Gov. Reynolds criticizes Biden border policies during Texas visit
Gov. Kim Reynolds joined a group of fellow Republican governors to recommend changes to federal border policy. (Photo courtesy of Gov. Kim Reynolds Twitter)
Iowa Gov. Kim Reynolds and several other GOP governors met in Texas on Wednesday to discuss immigration at the U.S.-Mexico border and call for changes to federal immigration policy.
“Joe Biden has done absolutely nothing to confront this self-inflicted crisis,” Reynolds told Texas reporters, referring to rising rates of illegal border crossings.

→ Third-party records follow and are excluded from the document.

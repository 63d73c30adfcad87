/**
 * Seeded, portable random numbers for simulations and Monte Carlo analyses, so that every
 * result the SDK reports is reproducible from its seed on any JavaScript engine.
 *
 * @internal
 */

import { at } from './checked.js';

/** Largest seed: seeds are unsigned 32-bit integers (larger values would alias smaller ones). */
export const MAX_SEED = 4_294_967_295;

/** A seeded source of uniform and standard-normal draws. */
export interface Random {
  /** Uniform draw in the open interval (0, 1). */
  uniform(): number;
  /** Standard normal draw (mean 0, variance 1). */
  normal(): number;
}

/**
 * How normal draws are made from the uniform stream:
 * - `polar`: Marsaglia's polar method (two uniforms, a logarithm and a square root per pair; the
 *   stream that clock simulations and their committed fixtures were made with);
 * - `ziggurat`: Marsaglia & Tsang's ziggurat (one 32-bit draw and a table look-up 98.8 % of the
 *   time; about three times faster), for Monte Carlo loops.
 * The two give different sequences for the same seed; each is reproducible.
 */
export type NormalMethod = 'polar' | 'ziggurat';

/** Layers of the ziggurat and its tables (Marsaglia & Tsang 2000, procedure zigset, 128 layers). */
const ZIG_LAYERS = 128;
const ZIG_R = 3.442619855899; // right edge of the base layer
const ZIG_KN = new Int32Array(ZIG_LAYERS);
const ZIG_WN = new Float64Array(ZIG_LAYERS);
const ZIG_FN = new Float64Array(ZIG_LAYERS);
{
  // Tables exactly as zigset builds them; m1 = 2^31 scales a signed 32-bit draw to (−1, 1).
  const m1 = 2147483648;
  const vn = 9.91256303526217e-3; // area of each layer
  let dn = ZIG_R;
  let tn = dn;
  const q = vn / Math.exp(-0.5 * dn * dn);
  ZIG_KN[0] = Math.trunc((dn / q) * m1);
  ZIG_KN[1] = 0;
  ZIG_WN[0] = q / m1;
  ZIG_WN[ZIG_LAYERS - 1] = dn / m1;
  ZIG_FN[0] = 1;
  ZIG_FN[ZIG_LAYERS - 1] = Math.exp(-0.5 * dn * dn);
  for (let i = ZIG_LAYERS - 2; i >= 1; i--) {
    dn = Math.sqrt(-2 * Math.log(vn / dn + Math.exp(-0.5 * dn * dn)));
    ZIG_KN[i + 1] = Math.trunc((dn / tn) * m1);
    tn = dn;
    ZIG_FN[i] = Math.exp(-0.5 * dn * dn);
    ZIG_WN[i] = dn / m1;
  }
}

/**
 * xoshiro128** 1.1 (D. Blackman & S. Vigna, "Scrambled linear pseudorandom number generators",
 * ACM TOMS 47(4), 2021), state seeded through a splitmix32-style mixer; uniforms use 32 bits,
 * (k + 0.5)/2^32 so that 0 and 1 never occur. Normals by Marsaglia's polar method (G. Marsaglia &
 * T. A. Bray, SIAM Review 6(3):260–264, 1964) or by the ziggurat (G. Marsaglia & W. W. Tsang, "The
 * Ziggurat Method for Generating Random Variables", J. Statistical Software 5(8), 2000, procedures
 * RNOR/nfix/zigset, 128 layers; its 32-bit integers come from xoshiro128** here instead of SHR3,
 * whose weakness in that role was reported by Leong, Zhang, Lee, Luk & Villasenor, J. Statistical
 * Software 12(7), 2005). Citations from memory [M]; both generators are checked by the SDK's own
 * statistical tests (moments, Kolmogorov–Smirnov, tail frequencies) [C].
 *
 * @param seed    Any finite number; its low 32 bits (after truncation) select the stream.
 * @param method  How normals are drawn (default `polar`, the stream of the committed fixtures).
 */
export function createRandom(seed: number, method: NormalMethod = 'polar'): Random {
  let x = Math.trunc(seed) >>> 0;
  const splitmix = (): number => {
    x = (x + 0x9e3779b9) >>> 0;
    return fmix32(x);
  };
  const r = createReseedableRandom(method);
  r.setState(splitmix(), splitmix(), splitmix(), splitmix());
  return r;
}

/** MurmurHash3's 32-bit finalizer fmix32 (A. Appleby, MurmurHash3, public domain; from memory [M]): a bijection of the 32-bit integers with full avalanche. */
export function fmix32(z: number): number {
  z = Math.imul(z ^ (z >>> 16), 0x85ebca6b) >>> 0;
  z = Math.imul(z ^ (z >>> 13), 0xc2b2ae35) >>> 0;
  return (z ^ (z >>> 16)) >>> 0;
}

/** A random source whose xoshiro128** state can be set again, so one generator (and its closures) serves many streams. */
export interface ReseedableRandom extends Random {
  /** Sets the four 32-bit state words (an all-zero state becomes s0 = 1) and forgets any spare polar draw. */
  setState(s0: number, s1: number, s2: number, s3: number): void;
  /** Selects the stream of run `index` of `seed` (see `streamState`). */
  setStream(seed: number, index: number): void;
}

/**
 * The xoshiro128** state of stream `index` (0 … 2^32 − 1) of `seed` (unsigned 32-bit), written into `out`:
 * a = fmix32(seed ⊕ 0x9e3779b9); s0 = fmix32(a + 0x6a09e667); s1 = fmix32((index ⊕ a) + 0xbb67ae85);
 * s2 = fmix32(s1 ⊕ (a + 0x3c6ef372)); s3 = fmix32(s0 ⊕ s1 ⊕ 0xa54ff53a) (additions mod 2^32; the
 * constants are the golden-ratio and SHA-256 initial words, chosen only as "nothing up the sleeve").
 * Since fmix32 is a bijection, s1 differs for every index of one seed, so no two runs of a seed share a
 * state; every word passes through fmix32, so neighbouring indices give unrelated states. A run's
 * stream depends only on (seed, index): any range of runs can be flown apart from the others.
 * Common practice (counter-based seeding through an avalanche mixer), no source for this exact layout.
 */
export function streamState(seed: number, index: number, out: Uint32Array): void {
  const a = fmix32((seed ^ 0x9e3779b9) >>> 0);
  const s0 = fmix32((a + 0x6a09e667) >>> 0);
  const s1 = fmix32((((index ^ a) >>> 0) + 0xbb67ae85) >>> 0);
  out[0] = s0;
  out[1] = s1;
  out[2] = fmix32((s1 ^ ((a + 0x3c6ef372) >>> 0)) >>> 0);
  out[3] = fmix32((s0 ^ s1 ^ 0xa54ff53a) >>> 0);
}

/**
 * A generator over stream `index` of `seed` (see `streamState`), drawing normals by `method`.
 * @param seed    Unsigned 32-bit seed.
 * @param index   Stream (run) index, unsigned 32-bit.
 */
export function createRandomStream(seed: number, index: number, method: NormalMethod = 'ziggurat'): ReseedableRandom {
  const r = createReseedableRandom(method);
  r.setStream(seed, index);
  return r;
}

/**
 * xoshiro128** 1.1 with a settable state (see `createRandom` for the generator and the normal methods).
 * @param method  How normals are drawn.
 */
export function createReseedableRandom(method: NormalMethod): ReseedableRandom {
  // The state lives in four local integers (not an array): this loop is the hot path of every Monte Carlo.
  let s0 = 1,
    s1 = 0,
    s2 = 0,
    s3 = 0;
  const words = new Uint32Array(4);
  /** Next 32-bit output as a signed integer (the same bits as the unsigned output). */
  const nextInt = (): number => {
    const m = Math.imul(s1, 5);
    const result = Math.imul((m << 7) | (m >>> 25), 9);
    const t = s1 << 9;
    s2 ^= s0;
    s3 ^= s1;
    s1 ^= s2;
    s0 ^= s3;
    s2 ^= t;
    s3 = (s3 << 11) | (s3 >>> 21);
    return result;
  };
  const uniform = (): number => ((nextInt() >>> 0) + 0.5) / 4294967296;
  let spare: number | undefined;
  const setState = (a: number, b: number, c: number, d: number): void => {
    s0 = a | 0;
    s1 = b | 0;
    s2 = c | 0;
    s3 = d | 0;
    if ((s0 | s1 | s2 | s3) === 0) s0 = 1;
    spare = undefined;
  };
  const setStream = (seed: number, index: number): void => {
    streamState(seed, index, words);
    const [a = 0, b = 0, c = 0, d = 0] = words;
    setState(a, b, c, d);
  };
  if (method === 'ziggurat') return { uniform, normal: zigguratNormal(nextInt, uniform), setState, setStream };
  return {
    uniform,
    setState,
    setStream,
    normal(): number {
      if (spare !== undefined) {
        const v = spare;
        spare = undefined;
        return v;
      }
      for (;;) {
        const u = 2 * uniform() - 1;
        const v = 2 * uniform() - 1;
        const r = u * u + v * v;
        if (r > 0 && r < 1) {
          const f = Math.sqrt((-2 * Math.log(r)) / r);
          spare = v * f;
          return u * f;
        }
      }
    },
  };
}

/**
 * RNOR of Marsaglia & Tsang (2000) over a signed 32-bit source; `nfix` handles the 1.2 % of draws outside the boxes.
 * Hot: the layer index iz = hz & (ZIG_LAYERS − 1) lies in [0, ZIG_LAYERS), the tables' length, so the fast path
 * reads them with `!`; the rare wedge test reads checked.
 */
function zigguratNormal(nextInt: () => number, uniform: () => number): () => number {
  return (): number => {
    for (;;) {
      const hz = nextInt();
      const iz = hz & (ZIG_LAYERS - 1);
      const wn = ZIG_WN[iz]!;
      if (Math.abs(hz) < ZIG_KN[iz]!) return hz * wn;
      // nfix: the base strip's tail by Marsaglia's exponential method, or a wedge by rejection.
      const x = hz * wn;
      if (iz === 0) {
        let tx: number;
        let ty: number;
        do {
          tx = -Math.log(uniform()) / ZIG_R;
          ty = -Math.log(uniform());
        } while (ty + ty < tx * tx);
        return hz > 0 ? ZIG_R + tx : -ZIG_R - tx;
      }
      const fn = at(ZIG_FN, iz, 'ZIG_FN');
      if (fn + uniform() * (at(ZIG_FN, iz - 1, 'ZIG_FN') - fn) < Math.exp(-0.5 * x * x)) return x;
    }
  };
}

The governors unveiled 10 suggestions for federal policy, including deporting all undocumented immigrants who commit crimes — not just those individuals who threaten public safety — and sending more law enforcement officers to the border.

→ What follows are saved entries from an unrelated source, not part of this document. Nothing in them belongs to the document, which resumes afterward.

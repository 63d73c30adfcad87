/**
 * How the epochs of a clock record print and how absolute epochs are read from flags. A RINEX clock file's
 * record is a series on its first epoch (`t` in seconds since it); its epochs print as calendar times in the
 * file's time system, through the SDK's time module (no calendar arithmetic here). A text record's time
 * column has no calendar: its epochs print as seconds.
 */
import { OutOfDomainError } from '@tauline/sdk/errors';
import {
  BUNDLED_LEAP_SECONDS,
  createTimeScales,
  FILE_TIME_SYSTEM_CODES,
  fileTimeScale,
  formatFileEpoch,
  type Instant,
  type TimeScales,
} from '@tauline/sdk/time';
import { optionalFlag, type ParsedArgs, sig, UsageError, withFlagNames } from './framework.js';
import type { ClockRecord } from './records.js';

/** Printing of one record's epochs, each given as seconds on the record's time axis. */
export interface EpochFormat {
  /** An epoch for a table or a sentence, e.g. `2026-02-02T00:55:00 GPS` or `750000 s`. */
  text(t: number): string;
  /** An epoch in a column headed {@link EpochFormat.column}: the text without its scale or unit. */
  cell(t: number): string;
  /** Header of an epoch column, e.g. `epoch (GPS)` or `epoch (s)`. */
  column: string;
}

/**
 * The epoch printing of `record`: calendar in the file's time system for RINEX clock files (`t` in seconds since
 * `record.epoch`, its first sample), seconds otherwise.
 */
export function epochFormat(record: Pick<ClockRecord, 'epoch' | 'timeSystem'>): EpochFormat {
  const { epoch, timeSystem } = record;
  if (epoch === undefined) {
    return { text: (t) => `${sig(t, 12)} s`, cell: (t) => sig(t, 12), column: 'epoch (s)' };
  }
  // A file without a TIME SYSTEM ID line is read on GPS time (as the reader places it); say that it is not named.
  const stamp = (t: number): Stamp => stampOf(epoch.plus(t), timeSystem ?? 'GPS');
  const label = (s: Stamp): string => (timeSystem === undefined ? '(time system not stated)' : s.scale);
  return {
    text: (t) => {
      const s = stamp(t);
      return `${s.iso} ${label(s)}`;
    },
    cell: (t) => {
      const s = stamp(t);
      // A stamp given on GPS time in place of the file's scale (see stampOf) names its scale in the cell.
      return timeSystem === undefined || s.scale === timeSystem ? s.iso : `${s.iso} ${s.scale}`;
    },
    column: `epoch (${timeSystem ?? 'file time'})`,
  };
}

/** An absolute epoch for JSON: ISO 8601 text (no zone designator) read on `scale`, a time-system code (GPS, UTC, …). */
export interface Stamp {
  readonly iso: string;
  readonly scale: string;
}

let bundled: TimeScales | undefined;

function bundledScales(): TimeScales {
  bundled ??= createTimeScales(BUNDLED_LEAP_SECONDS);
  return bundled;
}

/**
 * `instant` read on the time system `scale` (GPS, GAL, BDT, QZS, TAI, UTC, GLO), through the SDK's time helpers.
 * A UTC-based reading (UTC, GLO) outside the leap-second table is given on GPS time instead, and says so in `scale`
 * (the seconds fields beside it need no table; failing the command over a stamp would lose them).
 */
export function stampOf(instant: Instant, scale: string): Stamp {
  try {
    return { iso: formatFileEpoch(bundledScales(), instant, scale), scale };
  } catch (error) {
    if (!(error instanceof OutOfDomainError)) throw error;
    return { iso: formatFileEpoch(bundledScales(), instant, 'GPS'), scale: 'GPS' };
  }
}

/** The codes a stamp may name after its time (those on the SDK's scales without an hour offset; not GLO). */
const STAMP_CODES = FILE_TIME_SYSTEM_CODES.filter((code) => fileTimeScale(code)?.hoursAhead === 0);

/** How an absolute-epoch flag is read, for help texts. */
export const STAMP_HELP =
  'ISO 8601, read on GPS time, on UTC with a zone designator (Z), or on the time system named after it ' +
  `(${STAMP_CODES.join(', ')}), e.g. 2027-02-08T06:00:00, 2027-02-08T06:00:00Z or "2027-02-08T06:00:00 BDT"`;

/**
 * The instant of an absolute epoch given on the command line, and the time system it was read on: ISO 8601 read
 * on `plain` (GPS time unless the command says otherwise, e.g. TT for proper time); with a zone designator (`Z`,
 * `+01:00`) on UTC; with a time-system code after it (as the tables print stamps, e.g. `2026-02-02T12:30:00 BDT`)
 * on that system.
 * @throws {UsageError} for a code the SDK cannot read a stamp on; the SDK's InvalidArgumentError (renamed to
 *   `flag`) for text that is not a date and time.
 */
export function parseStampFlag(
  flag: string,
  text: string,
  plain: 'GPS' | 'TT' = 'GPS',
): { instant: Instant; scale: string } {
  const plainName = plain === 'GPS' ? 'GPS time' : plain;
  if (/^[+-]?(\d+\.?\d*|\.\d+)([eE][+-]?\d+)?$/.test(text.trim())) {
    throw new UsageError(
      `${flag} ${text}: an epoch is given as ISO 8601 (e.g. 2027-02-08T06:00:00 on ${plainName}, or with Z on UTC), not as a count of seconds`,
    );
  }
  const named = /^(\S+)\s+([A-Za-z]{3})$/.exec(text.trim());
  let iso = text;
  let scale: string = /(Z|[+-]\d\d:?\d\d)$/i.test(text) ? 'UTC' : plain;
  if (named) {
    const [, isoPart = '', code = ''] = named;
    if (!STAMP_CODES.includes(code)) {
      throw new UsageError(
        `${flag} ${JSON.stringify(text)}: a stamp is read on ${plainName}, on UTC with Z, or on one of ${STAMP_CODES.join(', ')} named after it`,
      );
    }
    // A UTC reading named by its code is read as if written with Z (parseIso asks UTC text for its designator).
    iso = code === 'UTC' && !/(Z|[+-]\d\d:?\d\d)$/i.test(isoPart) ? `${isoPart}Z` : isoPart;
    scale = code;
  }
  const onScale = scale === 'TT' ? 'TT' : (fileTimeScale(scale)?.scale ?? 'GPS');
  const instant = withFlagNames(
    () => flag,
    () => bundledScales().parseIso(iso, onScale),
  );
  return { instant, scale };
}

/** The instant of t = 0 of a record's time axis and the time system its stamps are printed in. */
export interface RecordEpoch {
  readonly instant: Instant;
  /** A RINEX clock file's time system (GPS when the header names none, as the reader assumes); for `--epoch`, the one it was read on. */
  readonly scale: string;
}

/**
 * The instant of t = 0 of a record's time axis: a RINEX clock file's first sample, or `--epoch` for a text record,
 * whose time column has no calendar; undefined for a text record without `--epoch`.
 * @throws {UsageError} for `--epoch` given with a RINEX clock file (which places its epochs itself).
 */
export function recordEpochFlag(args: ParsedArgs, rec: ClockRecord): RecordEpoch | undefined {
  const text = optionalFlag(args, 'epoch');
  if (rec.epoch !== undefined) {
    if (text !== undefined)
      throw new UsageError('--epoch is for a text record; a RINEX clock file places its epochs itself: leave it out');
    return { instant: rec.epoch, scale: rec.timeSystem ?? 'GPS' };
  }
  return text === undefined ? undefined : parseStampFlag('--epoch', text);
}

/** A gap of a record as JSON: its place in the series, and its time on the record's axis with its stamp. */
export interface GapJson {
  readonly index: number;
  readonly missing: number;
  readonly line: number;
  /** Seconds on the record's time axis (since the record's epoch, when it has one); absent for one-column text. */
  readonly time?: number;
  /** The first missing sample's epoch, when the record is placed on an absolute epoch. */
  readonly timeStamp?: Stamp;
}

/**
 * The gaps of a record for JSON, field by field (an SDK gap's `Instant` is not copied: the stamp gives it).
 * @param stamp  Seconds on the record's axis → stamp; omitted for a record without an absolute epoch.
 */
export function gapsJson(gaps: ClockRecord['gaps'], stamp?: (t: number) => Stamp): GapJson[] {
  return gaps.map(({ index, missing, line, time }) => ({
    index,
    missing,
    line,
    ...(time === undefined ? {} : { time, ...(stamp ? { timeStamp: stamp(time) } : {}) }),
  }));
}

/**
 * A record's time system for JSON: `{ timeSystem }` as a RINEX clock file names it, `{ timeSystemAssumed: true }`
 * when it names none (its stamps are then read on GPS time, as the reader places its epochs), nothing for text.
 */
export function timeSystemJson(
  record: Pick<ClockRecord, 'epoch' | 'timeSystem'>,
): { timeSystem: string } | { timeSystemAssumed: true } | Record<string, never> {
  if (record.timeSystem !== undefined) return { timeSystem: record.timeSystem };
  return record.epoch === undefined ? {} : { timeSystemAssumed: true };
}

At a press conference with the other governors, and later in a call to Iowa reporters, Reynolds excoriated Biden’s border policy and said the president had not contacted Republican governors about the meeting they requested with him just over two weeks ago.
“The president has a constitutional responsibility to protect the border and to protect Americans, and he is not doing that,” she said. “So if he doesn’t step up and do what he needs to do, then we’re going to have to step up and do what we need to do.”

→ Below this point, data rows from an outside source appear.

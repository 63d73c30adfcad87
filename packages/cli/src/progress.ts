/**
 * Progress on a terminal for long runs (Monte Carlo, long integrations, big files): one line on
 * standard error, redrawn in place, and nothing at all when standard error is not a terminal (a pipe,
 * a file, a CI log), so that redirected output stays clean.
 */
import type { Io } from './framework.js';

/** A progress indicator: `update(done, total)` as work advances, `finish()` once at the end (clears the line). */
export interface Progress {
  update(done: number, total: number): void;
  finish(): void;
}

/** Bars drawn and not yet finished, per output (so that an error can clear them first: {@link clearProgress}). */
const drawn = new WeakMap<Io, Set<Progress>>();

/** A one-line progress bar on stderr, redrawn in place when the whole percentage changes. Draws whatever `io` is: see {@link startProgress}. */
export function progressBar(io: Io, label: string): Progress {
  let last = -1;
  const bar: Progress = {
    update(done, total) {
      const pct = Math.min(100, Math.floor((100 * done) / total));
      if (pct === last) return;
      last = pct;
      const filled = Math.round(pct / 4);
      io.err(`\r${label} [${'#'.repeat(filled)}${'.'.repeat(25 - filled)}] ${String(pct).padStart(3)} %`);
      let bars = drawn.get(io);
      if (bars === undefined) drawn.set(io, (bars = new Set()));
      bars.add(bar);
    },
    finish() {
      io.err(`\r${' '.repeat(label.length + 35)}\r`);
      drawn.get(io)?.delete(bar);
    },
  };
  return bar;
}

/** Clears every bar still drawn on `io` (a command that failed mid-run), so that the error line starts clean. */
export function clearProgress(io: Io): void {
  for (const bar of [...(drawn.get(io) ?? [])]) bar.finish();
}

const SILENT: Progress = { update() {}, finish() {} };

/**
 * The progress of one long run: a bar on stderr when stderr is a terminal (`io.isTty`) and the run is
 * long (`long`, each command's own measure, e.g. draws × spacecraft above a threshold); otherwise an
 * indicator that prints nothing.
 */
export function startProgress(io: Io, label: string, long: boolean): Progress {
  return io.isTty && long ? progressBar(io, label) : SILENT;
}

/** Runs `body` and finishes `progress` (clearing its line) whether the body returns or throws. */
export function withProgress<T>(progress: Progress, body: () => T): T {
  try {
    return body();
  } finally {
    progress.finish();
  }
}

Iowa has previously sent law enforcement officers to aid in border patrols in Texas. In an Iowa-funded mission this summer, 28 Iowa State Patrol officers were stationed in the Del Rio area of Texas.
Reynolds said Wednesday that she would “continue to evaluate” whether another mission was necessary.
Today I’m at the border with 9 other Republican Governors calling on Joe Biden to implement some necessary policy solutions to protect America and Iowa from the border crisis. The Biden Administration must step up and take action NOW! pic.twitter.com/pjjD1GnS3R
— Gov. Kim Reynolds (@IAGovernor) October 6, 2021
Rep. Ross Wilburn, the chair of the Iowa Democratic Party, said in a statement that Reynolds’s trip to the border was “a political stunt and a distraction from her failed leadership.”
Reynolds objected to the notion that her trip was a “stunt,” telling Iowa reporters that Iowa was impacted by drug trafficking at the border, among other immigration issues.
“If you think this is a political act, then people better wake up,” she said. “Because this is what’s coming across our borders, this is what’s coming into our state.”
Wilburn and the Iowa Democratic Party Latinx Caucus also criticized Reynolds for her refusal to take in migrants. In April, Reynolds said that Iowa declined to accept migrant children because the state did not have the capacity to do so.
“No matter who you are, what you look like, or how you got here, we’re all Iowans at the end of the day and we should embrace a roadmap to citizenship for our friends and neighbors,” said Latinx caucus leaders Araceli Goode and Patricia Ritchie in a statement. They said Iowa Republicans are furthering hurtful and dangerous rhetoric about Iowa’s Latinx community.
Reynolds said that the U.S. was “very welcoming” to immigrants, but emphasized the importance of following the law.
When asked what Iowa could do to address the humanitarian crisis at the southern border, Reynolds repeated the ways in which the Biden administration could change federal policies.
Ernst introduces bill to deport sexual predators
Meanwhile in D.C., Sen. Joni Ernst introduced a bill that would “modernize” the Immigration and Nationality Act of 1965 to explicitly prohibit people with sexual assault convictions from immigrating to the U.S.
“Predatory sexual violence cannot continue to go unchecked in our immigration system,” she said. “We need to make a change.”
Current immigration law does specify that people seeking residence in the U.S. may be deported if they were previously convicted of a “crime of moral turpitude” — a vague category that can include crimes like rape, abuse or assault.
Ernst said there was “no hard data” on how many people convicted of sex crimes have immigrated to the U.S., but she pointed to isolated incidents of sexual violence among some recent arrivals.
“Because of these recent examples that were brought to our attention, I decided it was time to act,” she said.
The IDP Latinx Caucus noted that immigrants are statistically less likely to commit crimes than citizens born in the U.S.. A 2020 Texas study found that citizens were twice as likely to be arrested for violent crimes than undocumented immigrants.
Ernst’s legislation has several Republican co-sponsors, including Sen. Chuck Grassley. He also held a call with reporters Wednesday to discuss the “ongoing crisis at our southern border.”
“The federal government’s not doing its job,” he said. “And because the federal government’s not doing their job, there is cost to all 50 states, and there’s no way I can quantify it.”
Currently, there are no Democrats co-sponsoring Ernst’s proposal.